Toph saw her father again for the first time in two years at the Earthen Fire Refinery.

Their conversation was cut short by Aang, however, who told Satoru that the refinery should never have been built on sacred grounds and accused it of being the culprit of the river's pollution. When Satoru refuted the accusation, Toph used her seismic sense lie-detecting abilities to corroborate the engineer's story and took his side in the argument, once again preferring the future over the objections of the past. She was subsequently pulled aside by Aang, who told her he was under the impression that the only reason why she believed Satoru was due to a crush she had on him; Toph countered by rhetorically asking him whether this impressionability was similar to having a skewed perception due to a nostalgic affinity to cultural rituals. Pointing to the refinery, she continued by saying that it employed the same ethic as the one they desired in Yu Dao: a place where people worked and lived in harmony, regardless of where they came from. She ended her reasoning by asking him if he really wanted to sacrifice what she and Satoru deemed to be the future for a "stupid, backwards holiday". Aang took the insult personally and their talk rapidly evolved in a heated argument. The verbal fight was cut short, however, when the ground suddenly began to shake, causing Katara and Sokka to run up to them to ask them to remain calm; when Aang deftly deflected the accusation, Toph took offense at his implication of her being a novice earthbender who could not control her bending. While she complained about this, however, a second, even more powerful quake occurred, causing Satoru to ask them all to leave, increasing Toph's annoyance. Before they could heed the engineer's request, they heard a factory worker cry out for help, as the quakes had left him trapped under a haywire machine. Toph and Aang instantly set out to free the man, and managed to rescue him due to teamwork. With the crisis averted, Toph easily accepted Aang's apology and apologized as well, though asked him if he was not trying too hard to hold onto his past. He conceded that perhaps he was, but retorted by asking if she was not trying too hard to escape hers, to which Toph replied that some people simply had to run away in order to live.
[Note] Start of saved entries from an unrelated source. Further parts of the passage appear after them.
def locus_facts(n: object, d: object, include_negative: bool) -> dict[str, Any]:
    """The JSON-ready ``locus`` block of the results format for one loop.

    Parameters
    ----------
    n, d : array_like
        Ascending coefficients of N and D (delay-free part).
    include_negative : bool
        Add a ``"negative_gain"`` sub-dict (asymptotes, breakaway, angles for K < 0).

    Returns
    -------
    dict
        ``open_loop_poles``, ``open_loop_zeros`` (``[re, im]`` pairs of Python floats, sorted
        by (re, im), repeated per multiplicity), ``asymptotes``, ``breakaway``, ``angles``
        (for K > 0) and, optionally, ``negative_gain``. No NaN or infinity appears.

    Notes
    -----
    See :func:`open_loop`, :func:`asymptotes`, :func:`breakaway` and :func:`angles`; the roots
    are computed once.
    """
    loop = _prepare(n, d)
    out: dict[str, Any] = {
        "open_loop_poles": [_pair(c) for c in _expand(loop.poles)],
        "open_loop_zeros": [_pair(c) for c in _expand(loop.zeros)],
        "asymptotes": _asymptotes(loop, False),
        "breakaway": _breakaway(loop, False),
        "angles": _angles(loop, False),
    }
    if include_negative:
        out["negative_gain"] = {"asymptotes": _asymptotes(loop, True),
                                "breakaway": _breakaway(loop, True),
                                "angles": _angles(loop, True)}
    return out
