*Isolation (the proof that no crossing is missed).* Up to a constant, psi is a sum of
``atan((w - b)/(-a))`` over the roots a + jb of D, minus the same over the roots of N, plus
w T. Each term is monotone in w (increasing for a left-half-plane root of D or a
right-half-plane root of N), so psi = psi_up - psi_down with both parts non-decreasing and
on any [w1, w2]: psi lies in [psi_up(w1) - psi_down(w2), psi_up(w2) - psi_down(w1)]. Each
term's derivative |a|/(a^2 + (w - b)^2) is bounded on [w1, w2] by its values at the
points of the interval nearest to and farthest from b, which bounds psi'. An interval
whose enclosure holds no multiple of pi holds no crossing; an interval on which the bound
proves psi' > 0 (or < 0) holds exactly one crossing per multiple of pi between its end
values, bracketed by a sign change. Every other interval is bisected; the frequency grid
is therefore refined until it is provably fine enough (an interval still undecided at
2^-40 of its original width is counted in ``DelayCrossings.undecided``). The starting
grid (geometric from 1e-9 of the smallest root magnitude, plus the imaginary parts of the
roots) only sets where the refinement begins; the guarantee does not depend on it. Roots
of D or N on the imaginary axis make psi jump by pi; they split the frequency range.
Each bracketed crossing is solved for psi(w) = level by Newton's method on psi safeguarded
by bisection inside its bracket (psi is provably monotone there, so the root is unique).
At most ``MAX_CROSSINGS`` + 1 crossings are kept per frequency segment.

*Frequency bound.* For w > R = max |root| the ratio |D(jw)/N(jw)| is at least
|d_n/n_m| w^(n-m) (1 - R/w)^n / (1 + R/w)^m, which increases with w; the search stops at
the W where that bound exceeds the gain bound K_B, so every crossing with |K| <= K_B is
found. K_B is twice the largest |K| among the low-frequency crossings, the first crossings
of each sign beyond W0 (below), the nominal gain and the gain range.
The conversation was cut short by the arrival of the two owners of the refinery, bringing Toph face-to-face with her father, Lao Beifong, for the first time in two years.[12]

Later life

Chief Toph Beifong

Toph became Chief of Police in Republic City.

After the formation of Republic City, Toph was placed at the head of its law enforcement, and became the city's first Chief of Police.[7] Her metalbending knowledge allowed her to found an elite team, the Metalbending Police Force, to aid her in her safeguarding duties.

Twenty years after the Hundred Year War, Toph had a daughter, Lin Beifong, who would later follow in her footsteps as the Chief of Police.

In 128 AG, at age forty, Toph was on her way to arrest a man named Yakone for being a practitioner of the illegal art of bloodbending and using it to terrorize Republic City. Although mildly annoyed that Avatar Aang asked to accompany her, she let him join her, although she could not resist calling him by her childhood nickname for him, "Twinkle Toes", much to his annoyance.

Having apprehended Yakone at Kwong's Cuisine, she brought him to be tried before the United Republic Council. However, right after he was found guilty of his crimes, Yakone used his bloodbending abilities to incapacitate Sokka. Coming to the aid of her friend, Toph was immobilized by the illegal bending art as well and was forced to use her keys to free Yakone of his handcuffs before being harshly tossed aside and incapacitated.[13]

To commemorate her achievements, a metal statue of Toph in her police uniform was placed in a niche above the main entrance of the police headquarters.

Personality

When first introduced, Toph brought a completely new personality to the group. Unlike the nurturing Katara, flighty Aang, or gruff but goofy Sokka, Toph was fiercely independent, sarcastic, direct, stubborn, and confrontational.[14] She appeared to have the same carefree and adventurous personality as Aang and she was very tomboyish in the way she acted[14] and dressed,[15] in contrast to the delicate doll her parents saw her as. However, unlike Aang, who avoided fighting whenever possible, Toph loved battling and took great pride in her earthbending skills. She appeared eager to prove that she was as strong as anyone who could see and once claimed that she was "the greatest earthbender in the world".[16]

Toph annoyed

Toph was comfortable with letting those around her know when she was displeased.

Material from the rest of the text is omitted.